# John Wells on Christian Meditation



## VirginiaHuguenot (May 31, 2008)

John Wells, _The Practical Sabbatarian_ (1668), quoted by C.H. Spurgeon, _Treasury of David_ on Ps. 108.1:



> Meditation is a fixed duty. It is not a cursory work. Man's thoughts naturally labour with a great inconsistency; but meditation chains them, and fastens them upon some spiritual object. The soul when it meditates lays a command on itself, that the thoughts which are otherwise flitting and feathery should fix upon its object; and so this duty is very advantageous. As we know a garden which is watered with sudden showers is more uncertain in its fruit than when it is refreshed with a constant stream; so when our thoughts are sometimes on good things, and then run off; when they only take a glance of a holy object, and then flit away, there is not so much fruit brought into the soul.

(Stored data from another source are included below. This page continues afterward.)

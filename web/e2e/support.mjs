// Helpers for the end-to-end tests: a static server over web/dist, a headless Chromium, and
// the board's geometry as the page exposes it on the canvas.

import { createServer } from 'node:http';
import { readFile, stat } from 'node:fs/promises';
import { extname, join, normalize, sep } from 'node:path';
import { fileURLToPath } from 'node:url';
import { chromium } from 'playwright-core';

export const DIST = fileURLToPath(new URL('../dist/', import.meta.url));

const TYPES = {
  '.html': 'text/html; charset=utf-8',
  '.js': 'text/javascript; charset=utf-8',
  '.mjs': 'text/javascript; charset=utf-8',
  '.css': 'text/css; charset=utf-8',
  '.wasm': 'application/wasm',
  '.json': 'application/json',
  '.png': 'image/png',
  '.svg': 'image/svg+xml',
};

/** Serves `root` on 127.0.0.1 at a free port. Resolves to { url, close }. */
export async function serve(root = DIST) {
  await stat(join(root, 'index.html')).catch(() => {
    throw new Error(`${root} has no index.html: build the app first (web/tools/test.sh does)`);
  });
  const server = createServer(async (req, res) => {
    try {
      const path = decodeURIComponent(new URL(req.url, 'http://x').pathname);
      const file = normalize(join(root, path.endsWith('/') ? `${path}index.html` : path));
      if (!file.startsWith(normalize(root + sep)) && file !== normalize(root)) {
        res.writeHead(403).end();
        return;
      }
      const body = await readFile(file);
      res.writeHead(200, {
        'content-type': TYPES[extname(file)] ?? 'application/octet-stream',
        'cache-control': 'no-store',
      });
      res.end(body);
    } catch {
      res.writeHead(404, { 'content-type': 'text/plain' }).end('not found');
    }
  });
  await new Promise((ok, fail) => {
    server.once('error', fail);
    server.listen(0, '127.0.0.1', ok);
  });
  const { port } = server.address();
  return {
    url: `http://127.0.0.1:${port}/`,
    close: () => new Promise((ok) => server.close(ok)),
  };
}

export const CHROMIUM_ARGS = [
  '--disable-gpu',
  '--disable-quic',
  '--no-first-run',
  '--disable-background-networking',
  '--disable-component-update',
  '--disable-sync',
];

export function launch() {
  return chromium.launch({
    executablePath: process.env.CHROMIUM ?? '/usr/bin/chromium',
    headless: true,
    args: CHROMIUM_ARGS,
  });
}

/**
 * Opens the app in a fresh context. Returns { page, errors }, where errors collects uncaught
 * page errors and console errors so that a test can assert there were none.
 */
export async function open(browser, url, { dpr = 1, width = 1000, height = 800 } = {}) {
  const context = await browser.newContext({
    deviceScaleFactor: dpr,
    viewport: { width, height },
  });
  const page = await context.newPage();
  const errors = [];
  page.on('pageerror', (e) => errors.push(`page error: ${e.message}`));
  page.on('console', (m) => {
    if (m.type() === 'error') errors.push(`console error: ${m.text()}`);
  });
  await page.goto(url);
  await page.waitForSelector('html[data-ready="true"]', { timeout: 15000 });
  return { page, context, errors };
}

/** The grid geometry written on the canvas by the Rust side, in CSS pixels. */
export async function geometry(page) {
  return page.$eval('#board', (c) => {
    const r = c.getBoundingClientRect();
    return {
      left: r.left,
      top: r.top,
      width: r.width,
      height: r.height,
      backingWidth: c.width,
      backingHeight: c.height,
      size: Number(c.dataset.size),
      step: Number(c.dataset.step),
      x0: Number(c.dataset.x0),
      y0: Number(c.dataset.y0),
    };
  });
}

/** `h8` -> [column, row], 0-based, row 0 at the bottom. */
export function coords(name) {
  const m = /^([a-s])(\d{1,2})$/.exec(name);
  if (!m) throw new Error(`not a point: ${name}`);
  return [m[1].charCodeAt(0) - 97, Number(m[2]) - 1];
}

/** Viewport coordinates of a point's centre, plus (dx, dy) grid steps. */
export function at(g, name, dx = 0, dy = 0) {
  const [col, row] = coords(name);
  return {
    x: g.left + g.x0 + (col + dx) * g.step,
    y: g.top + g.y0 - (row - dy) * g.step,
  };
}

/** Clicks the canvas at a point. */
export async function tap(page, name) {
  const g = await geometry(page);
  const { x, y } = at(g, name);
  await page.mouse.click(x, y);
}

/**
 * The colour inside the stone at `name`, away from the grid lines and markers: 0.3 step right
 * of and 0.2 step below the centre. Read from the canvas's backing store.
 */
export async function colourAt(page, name) {
  const g = await geometry(page);
  const { x, y } = at(g, name, 0.3, 0.2);
  const bx = Math.floor(((x - g.left) * g.backingWidth) / g.width);
  const by = Math.floor(((y - g.top) * g.backingHeight) / g.height);
  return page.$eval(
    '#board',
    (c, [px, py]) => Array.from(c.getContext('2d').getImageData(px, py, 1, 1).data.slice(0, 3)),
    [bx, by],
  );
}

export const brightness = ([r, g, b]) => (r + g + b) / 3;

/** The lines of the aria-live log. */
export function logLines(page) {
  return page.$$eval('#log li', (items) => items.map((li) => li.textContent));
}
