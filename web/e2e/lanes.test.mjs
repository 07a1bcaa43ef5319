// The in-order runner behind Coach's making on several workers (web/lanes.js), under node: the
// results taken must be those of running the tasks one after another, for any number of lanes
// and any order in which the lanes finish. No browser is needed.

import { test } from 'node:test';
import assert from 'node:assert/strict';
import { inOrder } from '../lanes.js';

/** A made-up recipe in the manner of Coach's: task n makes "item n" of the theme the input
 * names, except that every fourth task makes item 10 of the first theme again (a repeat of
 * the first item kept, which takes no place); themes are taken in turn by place. A task's
 * result depends on its number and input only, as a puzzle does on its seed and kind.
 * Returns what was taken, in order. */
async function make({ lanes, count, themes, delays, failAt = -1, abandonable = false, repeat = everyFourth, stopAfter = 0 }) {
  const kept = [];
  const log = [];
  const started = new Set();
  const runs = new Map();
  const stops = new Map(); // lane -> stops its task at once
  const abandoned = [];
  let running = 0;
  let most = 0;
  const themeAt = (place) => themes[place % themes.length];
  await inOrder({
    lanes,
    first: 10,
    input: (n, ahead) => themeAt(kept.length + ahead),
    work: async (lane, n, theme) => {
      running++;
      most = Math.max(most, running);
      started.add(n);
      runs.set(n, (runs.get(n) ?? 0) + 1);
      const stopped = await new Promise((ok) => {
        const timer = setTimeout(() => ok(false), delays(n, lane));
        stops.set(lane, () => {
          clearTimeout(timer);
          // A stop may take a while to come through (a worker being ended).
          if (stopAfter) setTimeout(() => ok(true), stopAfter);
          else ok(true);
        });
      });
      stops.delete(lane);
      running--;
      if (stopped) throw new Error(`task ${n} stopped`);
      if (n === failAt) throw new Error(`task ${n} failed`);
      return item(n, theme, themes, repeat);
    },
    abandon: abandonable
      ? (lane, n) => {
        abandoned.push(n);
        stops.get(lane)();
      }
      : null,
    take: (n, theme, outcome) => {
      if (outcome.error) {
        log.push(`error ${n}`);
        return false;
      }
      log.push(`${n} ${outcome.value}`);
      if (!kept.includes(outcome.value)) kept.push(outcome.value);
      return kept.length < count;
    },
    wanted: () => count - kept.length,
  });
  return { kept, log, most, left: running, started, runs, abandoned };
}

function everyFourth(n) {
  return n % 4 === 3;
}

function item(n, theme, themes, repeat = everyFourth) {
  return repeat(n) ? `${themes[0]}:10` : `${theme}:${n}`;
}

// The same recipe run one task at a time, by hand: what the runner must reproduce.
function oneByOne(count, themes, repeat = everyFourth) {
  const kept = [];
  for (let n = 10; kept.length < count; n++) {
    const theme = themes[kept.length % themes.length];
    const value = item(n, theme, themes, repeat);
    if (!kept.includes(value)) kept.push(value);
  }
  return kept;
}

// Lanes finishing in every kind of order: later tasks first, by lane, by a fixed scramble.
const ORDERS = {
  even: () => 1,
  'later first': (n) => 40 - n,
  'lane 0 slow': (n, lane) => (lane === 0 ? 12 : 1),
  scrambled: (n) => (n * 7919) % 13,
};

// Tasks stopped for a wrong guess over the runs below (the runs with `abandon` must stop some).
let stoppedInOrders = 0;

for (const [name, delays] of Object.entries(ORDERS)) {
  test(`the same items for 1 to 4 lanes, finishing ${name}`, async () => {
    for (const themes of [['a'], ['a', 'b', 'c']]) {
      const want = oneByOne(9, themes);
      for (const lanes of [1, 2, 3, 4]) {
        for (const abandonable of [false, true]) {
          const { kept, most, abandoned } = await make({ lanes, count: 9, themes, delays, abandonable });
          assert.deepEqual(kept, want, `${lanes} lanes, themes ${themes}, abandon ${abandonable}`);
          assert.ok(most <= lanes, `at most ${lanes} tasks at once, saw ${most}`);
          stoppedInOrders += abandoned.length;
        }
      }
    }
  });
}

test('the runs above stopped some tasks running ahead (so they checked the stopping too)', () => {
  assert.ok(stoppedInOrders > 0, `stopped ${stoppedInOrders}`);
});

test('a task run ahead with a theme that turned out wrong is run again with the right one', async () => {
  // Task 11 repeats item 10 (11 % 4 === 3), so task 12 guessed the wrong place's theme.
  const { kept, log, runs } = await make({ lanes: 3, count: 3, themes: ['a', 'b'], delays: () => 1 });
  assert.deepEqual(kept, ['a:10', 'b:12', 'a:13']);
  assert.deepEqual(log, ['10 a:10', '11 a:10', '12 b:12', '13 a:13']);
  assert.equal(runs.get(12), 2, 'task 12 ran with theme a ahead of its turn, then with b');
  assert.equal(runs.get(13), 1);
});

test('a task running ahead with a guess proved wrong is stopped at once and started again', async () => {
  // As above, but task 12 (guessed theme a, needs b once task 11 repeats an item) runs long:
  // it is stopped when task 11 is taken, not left to finish, and made again with b.
  const delays = (n) => (n === 12 ? 200 : 5);
  const { kept, log, runs, abandoned } = await make({ lanes: 3, count: 3, themes: ['a', 'b'], delays, abandonable: true });
  assert.deepEqual(kept, ['a:10', 'b:12', 'a:13']);
  assert.deepEqual(log, ['10 a:10', '11 a:10', '12 b:12', '13 a:13'], 'the stopped run is never taken');
  assert.deepEqual(abandoned, [12]);
  assert.equal(runs.get(12), 2);
});

test('a task stopped for a wrong guess is made again even when the guess turns right again', async () => {
  // Tasks 11 and 12 both repeat item 10. Task 12 ends first, guessing place 2 (a). Task 13
  // starts ahead guessing place 3 (b). When 11 is taken, 12's guess is wrong (place 1, b) and
  // it is made again; 13's is wrong too (place 2, a), so it is stopped, and its stop takes a
  // while to come through. Meanwhile 12 is made again and taken, and 13 is place 1 (b) again,
  // its first guess: the stopped run must still not be taken as its outcome.
  const repeat = (n) => n === 11 || n === 12;
  const themes = ['a', 'b'];
  const delays = (n) => ({ 10: 1, 11: 5, 12: 2, 13: 100 })[n] ?? 1;
  const { kept, log, abandoned, runs } = await make({ lanes: 4, count: 4, themes, delays, abandonable: true, repeat, stopAfter: 30 });
  assert.deepEqual(kept, oneByOne(4, themes, repeat));
  assert.deepEqual(abandoned, [13]);
  assert.equal(runs.get(12), 2);
  assert.ok(!log.some((l) => l.startsWith('error')), log.join(', '));
});

test('uses every lane while enough is wanted, and starts no more tasks than are wanted', async () => {
  const { most, started } = await make({ lanes: 4, count: 2, themes: ['a'], delays: () => 5 });
  assert.equal(most, 2, 'two wanted: two at once');
  assert.deepEqual([...started].sort(), [10, 11, 12], 'task 11 repeats an item, so 12 is needed');
  const many = await make({ lanes: 4, count: 12, themes: ['a'], delays: () => 5 });
  assert.equal(many.most, 4);
});

test('an error is taken in its turn; the results after it are not, and busy lanes are handed back', async () => {
  const { kept, log, left } = await make({
    lanes: 2,
    count: 9,
    themes: ['a'],
    delays: (n) => (n === 14 ? 5 : n === 15 ? 30 : 1),
    failAt: 14,
  });
  assert.deepEqual(kept, ['a:10', 'a:12', 'a:13']);
  assert.deepEqual(log.at(-1), 'error 14');
  assert.equal(left, 1, 'the lane running task 15 is still busy when the run ends');
});

test('nothing wanted: resolves at once without starting a task', async () => {
  const { kept, started } = await make({ lanes: 2, count: 0, themes: ['a'], delays: () => 1 });
  assert.deepEqual(kept, []);
  assert.equal(started.size, 0);
});

test('a throw from take ends the run with that error', async () => {
  await assert.rejects(
    inOrder({
      lanes: 2,
      first: 0,
      input: () => 'a',
      work: async (lane, n) => n,
      take: (n) => {
        if (n === 1) throw new Error('storage full');
        return true;
      },
      wanted: () => 5,
    }),
    /storage full/,
  );
});

test('cancelled as Coach cancels: no task starts afterwards, not even one to be made again', async () => {
  // Task 11 repeats item 10, so task 12, started ahead with theme a, must be made again with
  // b; it is still running when Cancel comes. Cancel as Coach does: wanted() says 0, work
  // rejects at once, and the running tasks are stopped (rejected).
  const themes = ['a', 'b'];
  const kept = [];
  const running = new Map(); // task -> its reject
  let cancelled = false;
  let startedAfter = 0;
  const run = inOrder({
    lanes: 4,
    first: 10,
    input: (n, ahead) => themes[(kept.length + ahead) % themes.length],
    work: (lane, n, theme) => {
      if (cancelled) return Promise.reject(new Error('cancelled'));
      return new Promise((ok, fail) => {
        const timer = setTimeout(() => {
          running.delete(n);
          ok(item(n, theme, themes));
        }, n === 10 ? 1 : n === 11 ? 5 : 60);
        running.set(n, (e) => {
          clearTimeout(timer);
          fail(e);
        });
      });
    },
    take: (n, theme, outcome) => {
      if (outcome.error) return false;
      if (!kept.includes(outcome.value)) kept.push(outcome.value);
      return kept.length < 9;
    },
    wanted: () => (cancelled ? 0 : 9 - kept.length),
    abandon: (lane, n) => running.get(n)?.(new Error('abandoned')),
  });
  await new Promise((ok) => setTimeout(ok, 25));
  cancelled = true;
  const before = new Set(running.keys());
  for (const fail of running.values()) fail(new Error('cancelled'));
  await run;
  for (const n of running.keys()) if (!before.has(n)) startedAfter++;
  assert.ok(before.has(12), 'task 12 was running when Cancel came');
  assert.deepEqual(kept, ['a:10'], 'nothing kept after the cancel');
  assert.equal(startedAfter, 0, 'no task started after the cancel');
});
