test('a backup file is exported and imported; a bad one changes nothing and says why', async () => {
  const first = await started();
  await openSettings(first.page);
  const [download] = await Promise.all([
    first.page.waitForEvent('download'),
    first.page.click('#export-backup'),
  ]);
  assert.match(download.suggestedFilename(), /^fivefold-backup-\d{4}-\d{2}-\d{2}\.json$/);
  const text = readFileSync(await download.path(), 'utf8');
  const backup = JSON.parse(text);
  assert.equal(backup.format, 'fivefold-backup');
  assert.equal(backup.version, 1);
  assert.deepEqual(Object.keys(backup.data).sort(), ['coach', 'drill', 'games', 'practice', 'sets', 'settings', 'study', 'tonight']);
  await first.context.close();

  const { page, context, errors } = await open(env.browser, env.server.url);
  // Restoring over saved progress asks first; the test answers as `accept` says.
  let accept = true;
  const asked = [];
  page.on('dialog', (d) => {
    asked.push(d.message());
    return accept ? d.accept() : d.dismiss();
  });
  const importFile = async (name, body) => {
    await openSettings(page);
    await page.setInputFiles('#import-backup', { name, mimeType: 'application/json', buffer: Buffer.from(body) });
  };
  // Bad files: not JSON, a changed one, an invalid part. Each is refused and nothing changes.
  const altered = JSON.parse(text);
  altered.data.tonight.name = 'changed by hand';
  // A backup whose checksum is right but whose set is not valid.
  const invalid = JSON.parse(text);
  invalid.data.sets.list[0].json = '{"format":"fivefold-set","version":1}';
  invalid.sum = fnv(JSON.stringify(invalid.data));
  for (const [name, body, why] of [
    ['cut.json', text.slice(0, 100), /not JSON/],
    ['altered.json', JSON.stringify(altered), /checksum does not match/],
    ['other.json', '{"hello": 1}', /not a Fivefold backup/],
    ['invalid.json', JSON.stringify(invalid), /its sets part is not usable: set [0-9a-f]{8} is not valid/],
  ]) {
    await importFile(name, body);
    await page.waitForFunction((n) => document.getElementById('settings-note').textContent.includes(n), name);
    const note = await page.textContent('#settings-note');
    assert.match(note, why);
    assert.match(note, /Nothing was changed\.$/);
    await page.click('#close-settings');
    assert.equal(await page.$$eval('#tonight-sets li', (l) => l.length), 0, `${name} added nothing`);
  }
  assert.equal(await page.evaluate(() => localStorage.getItem('fivefold.sets')), null);
  // The real backup brings the set and the progress back.
  await importFile('fivefold-backup.json', text);
  await page.waitForFunction(() => document.getElementById('settings-note').textContent.includes('is restored'));
  await page.click('#close-settings');
  await page.waitForSelector(`#${BOARD}[data-mode="puzzle"]`);
  assert.equal(await page.textContent('#tonight-set-title'), CLUB.title);
  assert.equal((await boardState(page, BOARD)).moves, `${LINE[0]} ${LINE[1]}`);
  await page.reload();
  await ready(page);
  assert.equal((await boardState(page, BOARD)).moves, `${LINE[0]} ${LINE[1]}`, 'and it is stored');

  // Over progress that is there now, a restore asks first: declined, nothing changes; accepted,
  // what was there is kept aside.
  const before = asked.length;
  const aside = await page.evaluate(() => localStorage.getItem('fivefold.tonight.before-import'));
  accept = false;
  await importFile('fivefold-backup.json', text);
  await page.waitForFunction(() => document.getElementById('settings-note').textContent.includes('not restored'));
  assert.equal(asked.length, before + 1);
  assert.match(asked.at(-1), /^Replace the progress on this device with the backup made .+\? The progress there now is kept aside on this device\.$/);
  assert.equal(await page.evaluate(() => localStorage.getItem('fivefold.tonight.before-import')), aside, 'declined: nothing changed');
  await page.click('#close-settings');
  accept = true;
  const now = await page.evaluate(() => localStorage.getItem('fivefold.tonight'));
  await importFile('fivefold-backup.json', text);
  await page.waitForFunction(() => document.getElementById('settings-note').textContent.includes('is restored'));
  assert.equal(await page.evaluate(() => localStorage.getItem('fivefold.tonight.before-import')), now);
  await page.click('#close-settings');
  assert.deepEqual(errors, []);
  await context.close();
});
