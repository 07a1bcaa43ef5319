// End-to-end: the state and wording defects found when the app was tried as a new user would
// (one test per defect or per screen's group of them). Each test states the defect it guards.

import { test } from 'node:test';
import assert from 'node:assert/strict';
import {
  PHONE,
  addFromLibrary,
  banners,
  boardState,
  colourAt,
  isBlack,
  librarySet,
  logLines,
  open,
  settled,
  tap,
  useBrowser,
  wrongMove,
} from './support.mjs';

const env = useBrowser();
const CLUB = librarySet('fours-freestyle-club');
const STUDY = 'study-board';
const answer = (page) => page.$$eval('#study-answer p', (ps) => ps.map((p) => p.textContent));

async function askVcf(page) {
  await page.click('#study [data-ask="vcf"]');
  await page.waitForFunction(() => document.getElementById('study').dataset.busy === 'false' &&
    document.getElementById('study-answer').childElementCount > 0);
}

test('Study board: an answer goes when the position changes; an empty paste changes nothing; Undo takes back a paste and a clear', async () => {
  const { page, context, errors } = await open(env.browser, env.server.url);
  await page.click('[data-go="study"]');
  // Black has three in a row and the move: a win with fours.
  await page.fill('#study-moves', 'h8 a1 i8 a3 j8 a5');
  await page.click('#study-setup');
  assert.equal(await page.textContent('#study-message'), 'Set up 6 moves.');
  await askVcf(page);
  assert.match((await answer(page))[0], /^Black wins with fours/);

  // Defect: the old answer stayed on screen after the position changed.
  await tap(page, STUDY, 'o15');
  await page.waitForFunction(() => document.getElementById('study-answer').childElementCount === 0);
  assert.ok(!(await page.isVisible('#study-stepper')), 'the line of the old position is gone');

  // Defect: "Set up" with an empty box wiped the position.
  await page.fill('#study-moves', '   ');
  await page.click('#study-setup');
  assert.match(await page.textContent('#study-message'), /^Nothing to set up: paste a move list first/);
  assert.ok(isBlack(await colourAt(page, STUDY, 'h8')), 'the position is kept');
  assert.equal((await boardState(page, STUDY)).moves.split(' ').length, 7);

  // Defect: Undo could not bring back a position replaced by a paste or a clear.
  await page.fill('#study-moves', 'c3 d4');
  await page.click('#study-setup');
  assert.equal((await boardState(page, STUDY)).moves, 'c3 d4');
  await page.click('#study-undo');
  await page.click('#study-undo');
  await page.click('#study-undo');
  assert.equal((await boardState(page, STUDY)).moves.split(' ').length, 7, 'the position before the paste is back');
  await page.click('#study-clear');
  assert.equal((await boardState(page, STUDY)).moves ?? '', '');
  await page.click('#study-undo');
  assert.equal((await boardState(page, STUDY)).moves.split(' ').length, 7, 'the position before the clear is back');
  assert.ok(isBlack(await colourAt(page, STUDY, 'h8')));
  assert.deepEqual(errors, []);
  await context.close();
});

test('Study board on a touch screen: the first tap shows a ghost, the second plays (as on the puzzle screens)', async () => {
  const { page, context, errors } = await open(env.browser, env.server.url, PHONE);
  await page.click('[data-go="study"]');
  await tap(page, STUDY, 'h8', { touch: true });
  assert.equal((await boardState(page, STUDY)).moves ?? '', '', 'one tap plays nothing');
  await tap(page, STUDY, 'h8', { touch: true });
  assert.equal((await boardState(page, STUDY)).moves, 'h8');
  assert.ok(isBlack(await colourAt(page, STUDY, 'h8')));
  assert.deepEqual(errors, []);
  await context.close();
});

test('puzzles: a reply is logged once, hints stop at the third, and Study opens the position', async () => {
  const { page, context, errors } = await open(env.browser, env.server.url);
  await addFromLibrary(page, CLUB.title);
  const p = CLUB.puzzles[0];
  const [first, reply] = p.solution.line;
  await tap(page, 'tonight-board', first);
  await settled(page, 'tonight-board', 2);
  const log = await logLines(page, 'tonight-log');
  // Defect: every reply was logged twice ("White blocks at d9." then "White d9.").
  const mentions = log.filter((l) => new RegExp(`\\b${reply}\\b`).test(l));
  assert.equal(mentions.length, 1, `the reply ${reply} is in the log once: ${JSON.stringify(log)}`);

  // Defect: after the third hint, Hint stayed enabled and repeated the third hint.
  await page.click('#tonight-marks li:nth-child(2) button');
  await page.waitForFunction(() => document.getElementById('tonight-count').textContent.startsWith('Puzzle 2 '));
  const hint = '#tonight-play [data-act="hint"]';
  for (let i = 1; i <= 3; i++) {
    assert.ok(await page.isEnabled(hint), `hint ${i} can be asked`);
    await page.click(hint);
  }
  assert.equal(await page.getAttribute('#tonight-board', 'data-hints'), '3');
  assert.ok(await page.isDisabled(hint), 'no fourth hint');

  // Defect: no way to open a puzzle's position on the Study board.
  const stones = CLUB.puzzles[1].black.length + CLUB.puzzles[1].white.length;
  await page.click('#tonight-play [data-act="study"]');
  await page.waitForSelector('#study:not([hidden])');
  const s = await boardState(page, STUDY);
  assert.equal(s.toMove, CLUB.puzzles[1].to_move);
  assert.ok(isBlack(await colourAt(page, STUDY, CLUB.puzzles[1].black[0])));
  assert.match(await page.textContent('#study-message'), /./);
  assert.ok(stones > 0);
  assert.deepEqual(errors, []);
  await context.close();
});

test('Drill: while a puzzle is being made there is no goal and nothing to press; theme names have no article', async () => {
  const { page, context, errors } = await open(env.browser, env.server.url);
  await page.click('[data-go="drill"]');
  const labels = await page.$$eval('#drill-theme option', (os) => os.map((o) => o.textContent));
  assert.ok(labels.length >= 4);
  for (const l of labels) assert.doesNotMatch(l, /^(A|An|The) /, `"${l}" starts with an article`);
  // The first puzzle on the board, then a theme the starter library has no puzzle of (four-
  // threes under standard rules): the board waits for the worker's puzzle. The state is read
  // in the page in the same moment the wait is seen.
  await page.selectOption('#drill-rule', 'standard');
  await page.waitForSelector('#drill[data-waiting="false"]', { timeout: 120000 });
  assert.notEqual(await page.textContent('#drill-message'), '');
  await page.selectOption('#drill-theme', 'four-three');
  const during = await (await page.waitForFunction(() => {
    if (document.getElementById('drill').dataset.waiting !== 'true') return null;
    return {
      message: document.getElementById('drill-message').textContent,
      enabled: [...document.querySelectorAll('#drill [data-act]')].filter((b) => !b.disabled && !b.hidden).map((b) => b.dataset.act),
    };
  })).jsonValue();
  // Defect: the message line still showed the previous puzzle's goal and Hint looked enabled.
  assert.equal(during.message, '');
  assert.deepEqual(during.enabled, []);
  await page.waitForSelector('#drill[data-waiting="false"]', { timeout: 120000 });
  assert.match(await page.textContent('#drill-message'), /four-three/i);
  assert.deepEqual(errors, []);
  await context.close();
});

test('sharing: the note says what the link does and the copy is confirmed on screen; a set sent again under a new title takes it', async () => {
  const { page, context, errors } = await open(env.browser, env.server.url);
  await context.grantPermissions(['clipboard-read', 'clipboard-write']);
  await addFromLibrary(page, CLUB.title);
  await page.click('#tonight-share');
  await page.waitForSelector('#tonight-share-box:not([hidden])');
  await page.waitForFunction(() => document.getElementById('tonight-share-link').value !== '');
  // Defect: the note said "2151 characters." and the copy was confirmed only to screen readers.
  const note = await page.textContent('#tonight-share-note');
  assert.doesNotMatch(note, /characters/);
  assert.match(note, /gets the set/);
  await page.waitForFunction(() => [...document.querySelectorAll('#banners .banner p')].some((p) => /copied/.test(p.textContent)));
  assert.ok((await banners(page)).some((b) => b === 'The link is copied.'));
  assert.equal(await page.evaluate(() => navigator.clipboard.readText()), await page.inputValue('#tonight-share-link'));

  // Defect: the same puzzles under a new title kept the old title.
  const renamed = { ...CLUB, title: 'Harbour Street Circle: Thursday fours' };
  await page.click('#tonight-back');
  await page.setInputFiles('#set-file', { name: 'thursday.json', mimeType: 'application/json', buffer: Buffer.from(JSON.stringify(renamed)) });
  await page.waitForSelector('#tonight-board[data-mode="puzzle"]');
  assert.equal(await page.textContent('#tonight-set-title'), renamed.title);
  await page.click('#tonight-back');
  const titles = await page.$$eval('#tonight-sets li', (li) => li.map((x) => x.textContent));
  assert.equal(titles.length, 1, 'one set, not two');
  assert.ok(titles[0].includes(renamed.title));
  assert.ok(!titles[0].includes(CLUB.title));
  assert.deepEqual(errors, []);
  await context.close();
});

test('a wrong move is refuted with a reason, once, and the log does not repeat it', async () => {
  const { page, context, errors } = await open(env.browser, env.server.url);
  await addFromLibrary(page, CLUB.title);
  const p = CLUB.puzzles[0];
  const bad = wrongMove(p);
  await tap(page, 'tonight-board', bad);
  await page.waitForSelector('#tonight-board[data-state="failed"]', { timeout: 30000 });
  await page.waitForFunction(() => document.getElementById('tonight-board').dataset.pending === '0');
  const log = await logLines(page, 'tonight-log');
  assert.equal(new Set(log).size, log.length, `no line twice: ${JSON.stringify(log)}`);
  assert.deepEqual(errors, []);
  await context.close();
});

In meditation, then, there must be a fixing of the heart upon the object, a steeping the thoughts, as holy David: "O God, my heart is fixed." We must view the holy object presented by meditation, as a limner who views some curious piece, and carefully heeds every shade, every line and colour; as the Virgin Mary kept all these things, and pondered them in her heart. Indeed; meditation is not only the busying the thoughts, but the centring of them; not only the employing of them, but the staking them down upon some spiritual affair. When the soul, meditating upon something divine, saith as the disciples in the transfiguration (Mt 17:4), "It is good to be here."


----------